Stored entries:
--------------------------------------------------
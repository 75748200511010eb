package build

import (
	"fmt"
	"strings"

	"batchwright/bom/quantity"
	"batchwright/tolerance/formula"
	"batchwright/tolerance/stage"
	"batchwright/tolerance/tape"
)

// environment is where equations are evaluated: a condition, a setting for
// every trim, and perhaps an instrument across one point.
type environment struct {
	condition int
	settings  []tape.Ref
	loaded    string // stage that an instrument is connected to
	loads     map[string]tape.Ref
	values    map[string]tape.Ref // equations already lowered, by "stage.name"
	heating   string              // stage whose own heat is being solved for
	heat      tape.Ref            // and how far it warms that stage, K
}

func (c *compiler) newEnvironment(condition int, settings []tape.Ref) *environment {
	return &environment{condition: condition, settings: settings, values: map[string]tape.Ref{}}
}

// load connects an instrument to a point of a stage.
func (e *environment) load(c *compiler, s *Stage, index int, i Instrument) {
	p := s.Kind.Points[index]
	resistance, capacitance := c.Build.Load(i)
	e.loaded, e.loads = s.Name, map[string]tape.Ref{}
	if p.Conductance != "" && resistance > 0 {
		e.loads[p.Conductance] = c.Graph.Constant(1 / resistance)
	}
	if p.Capacitance != "" {
		e.loads[p.Capacitance] = c.Graph.Constant(capacitance)
	}
}

// loadedEnvironment has an instrument connected to one of a stage's points.
func (c *compiler) loadedEnvironment(condition int, settings []tape.Ref, s *Stage, index int, i Instrument) *environment {
	e := c.newEnvironment(condition, settings)
	e.load(c, s, index, i)
	return e
}

// output is the node of a stage's output. A temperature in °C leaves the
// equations' absolute scale here.
func (c *compiler) output(e *environment, n OutputName) tape.Ref {
	s := c.Build.Stage(n.Stage)
	v := c.equation(e, s, n.Output)
	if o, ok := s.output(n.Output); ok && o.Unit.Offset != 0 {
		v = c.Graph.Sub(v, c.Graph.Constant(o.Unit.Offset))
	}
	return v
}

// equation is the node of one of a stage's equations.
func (c *compiler) equation(e *environment, s *Stage, name string) tape.Ref {
	k := s.Name + "." + name
	if v, ok := e.values[k]; ok {
		return v
	}
	x := s.find(name)
	if x == nil {
		if set := s.setting(name); set != nil {
			return c.settingValue(e, s, set)
		}
		c.fail(fmt.Errorf("build: %s has no equation %q", s.Kind.Name, name))
		return c.Graph.Constant(0)
	}
	v, err := c.Graph.Lower(x, func(name string) (tape.Ref, bool) { return c.resolve(e, s, name) })
	if err != nil {
		c.fail(fmt.Errorf("build: %s: %w", k, err))
		v = c.Graph.Constant(0)
	}
	e.values[k] = v
	return v
}

// find is the expression of an equation by its name; nil where there is none.
func (s *Stage) find(name string) *formula.Expression {
	equations := s.Formulas
	if !s.Kind.Free {
		equations = s.Kind.EquationList()
	}
	for _, q := range equations {
		if q.Name == name {
			return q.Expression
		}
	}
	return nil
}

// resolve finds what a name in a stage's equation stands for, in the order in
// which the scopes of formula and stage declare them.
func (c *compiler) resolve(e *environment, s *Stage, name string) (tape.Ref, bool) {
	head, tail, dotted := strings.Cut(name, ".")
	if p := s.place(head); p != nil {
		return c.placed(e, s, p, tail), true
	}
	if dotted {
		return c.fromElsewhere(e, s, head, tail)
	}
	if set := s.setting(name); set != nil {
		return c.settingValue(e, s, set), true
	}
	if s.find(name) != nil {
		return c.equation(e, s, name), true
	}
	return c.surroundings(e, s, name)
}

// fromElsewhere is a field of an input's signal, or another stage's output.
func (c *compiler) fromElsewhere(e *environment, s *Stage, head, tail string) (tape.Ref, bool) {
	for _, w := range s.Wires {
		if w.Input == head {
			from := c.Build.Stage(w.From)
			if from.find(tail) == nil && from.setting(tail) == nil {
				return c.Graph.Constant(0), true // it passes no such thing on
			}
			return c.equation(e, from, tail), true
		}
	}
	for _, i := range s.Kind.Inputs {
		if i.Name == head {
			return c.Graph.Constant(0), true // nothing is connected
		}
	}
	if other := c.Build.Stage(head); other != nil && other.find(tail) != nil {
		return c.equation(e, other, tail), true
	}
	return 0, false
}

// surroundings is a condition's variable, a load (nothing unless this stage's
// point is being read), or a constant.
func (c *compiler) surroundings(e *environment, s *Stage, name string) (tape.Ref, bool) {
	if name == Temperature {
		return c.absolute(e, s), true
	}
	if i := c.Build.variable(name); i >= 0 {
		return c.variableValue(e, i), true
	}
	for _, p := range s.Kind.Points {
		if name == p.Conductance || name == p.Capacitance {
			if v, ok := e.loads[name]; ok && e.loaded == s.Name {
				return v, true
			}
			return c.Graph.Constant(0), true
		}
	}
	if v, ok := formula.ConstantNamed(name); ok {
		return c.Graph.Constant(v.Value), true
	}
	return 0, false
}

// variableValue is a condition's variable in SI.
func (c *compiler) variableValue(e *environment, i int) tape.Ref {
	v := c.Build.Conditions[e.condition].Values[i]
	if c.Build.Variables[i].Unit.Offset != 0 {
		v += quantity.Celsius.Offset
	}
	return c.Graph.Constant(v)
}

// variableNamed is a standard variable of the condition as it is stored.
func (c *compiler) variableNamed(e *environment, name string) float64 {
	return c.Build.Conditions[e.condition].Values[c.Build.variable(name)]
}

// rise is the stage's temperature above ambient, K: what the file says, and
// what the stage's own heat adds.
func (c *compiler) rise(e *environment, s *Stage) tape.Ref {
	full := c.Graph.Add(c.settingValue(e, s, s.setting("rise")), c.ownHeat(e, s))
	return c.Graph.Mul(c.Graph.Constant(c.variableNamed(e, Warmup)), full)
}

// hottest bounds the search for a stage's own warming, K.
const hottest = 500

// ownHeat is how far a stage's own heat warms it: the u at which
//
//	thermal_resistance·heat(u) = u,
//
// the heat being that of the stage as warm as that makes it. A stage that would
// run away is held at the hottest.
func (c *compiler) ownHeat(e *environment, s *Stage) tape.Ref {
	set := s.setting(stage.ThermalResistance)
	if set == nil || set.Reference == "" && set.Value == 0 && set.Tolerance == 0 {
		return c.Graph.Constant(0)
	}
	if e.heating == s.Name {
		return e.heat
	}
	k := s.Name + " own heat"
	if v, ok := e.values[k]; ok {
		return v
	}
	u := c.Graph.Unknown()
	warm := *e
	warm.values, warm.heating, warm.heat = map[string]tape.Ref{}, s.Name, u
	heat := c.Graph.Mul(c.settingValue(&warm, s, set), c.equation(&warm, s, stage.Heat))
	v := c.Graph.Root(u, c.Graph.Constant(0), c.Graph.Constant(hottest), c.Graph.Sub(heat, u))
	e.values[k] = v
	return v
}

// absolute is the stage's own temperature, K.
func (c *compiler) absolute(e *environment, s *Stage) tape.Ref {
	ambient := c.variableNamed(e, Temperature) + quantity.Celsius.Offset
	return c.Graph.Add(c.Graph.Constant(ambient), c.rise(e, s))
}

// settingValue is a setting: what it refers to, or its own figure.
func (c *compiler) settingValue(e *environment, s *Stage, set *Setting) tape.Ref {
	if set.Reference == "" {
		x := source{ref: s.Name + "." + set.Name, prefix: "", stage: s}
		if set.Geometry != nil {
			return c.shaped(e, x, set.Geometry, set.Scatter)
		}
		if set.Name == "rise" { // it makes the temperature, so it cannot feel it
			return c.base(x, set.Parameter, "value")
		}
		return c.element(e, x, set.Parameter, "value")
	}
	return c.referred(e, set.Reference)
}

// referred is a condition's variable or another stage's output.
func (c *compiler) referred(e *environment, reference string) tape.Ref {
	if i := c.Build.variable(reference); i >= 0 {
		return c.variableValue(e, i)
	}
	stageName, output, _ := strings.Cut(reference, ".")
	return c.equation(e, c.Build.Stage(stageName), output)
}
--------------------------------------------------
Exercise: Filter the entries above and return only the lines holding "full".

Result below:
	full := c.Graph.Add(c.settingValue(e, s, s.setting("rise")), c.ownHeat(e, s))
	return c.Graph.Mul(c.Graph.Constant(c.variableNamed(e, Warmup)), full)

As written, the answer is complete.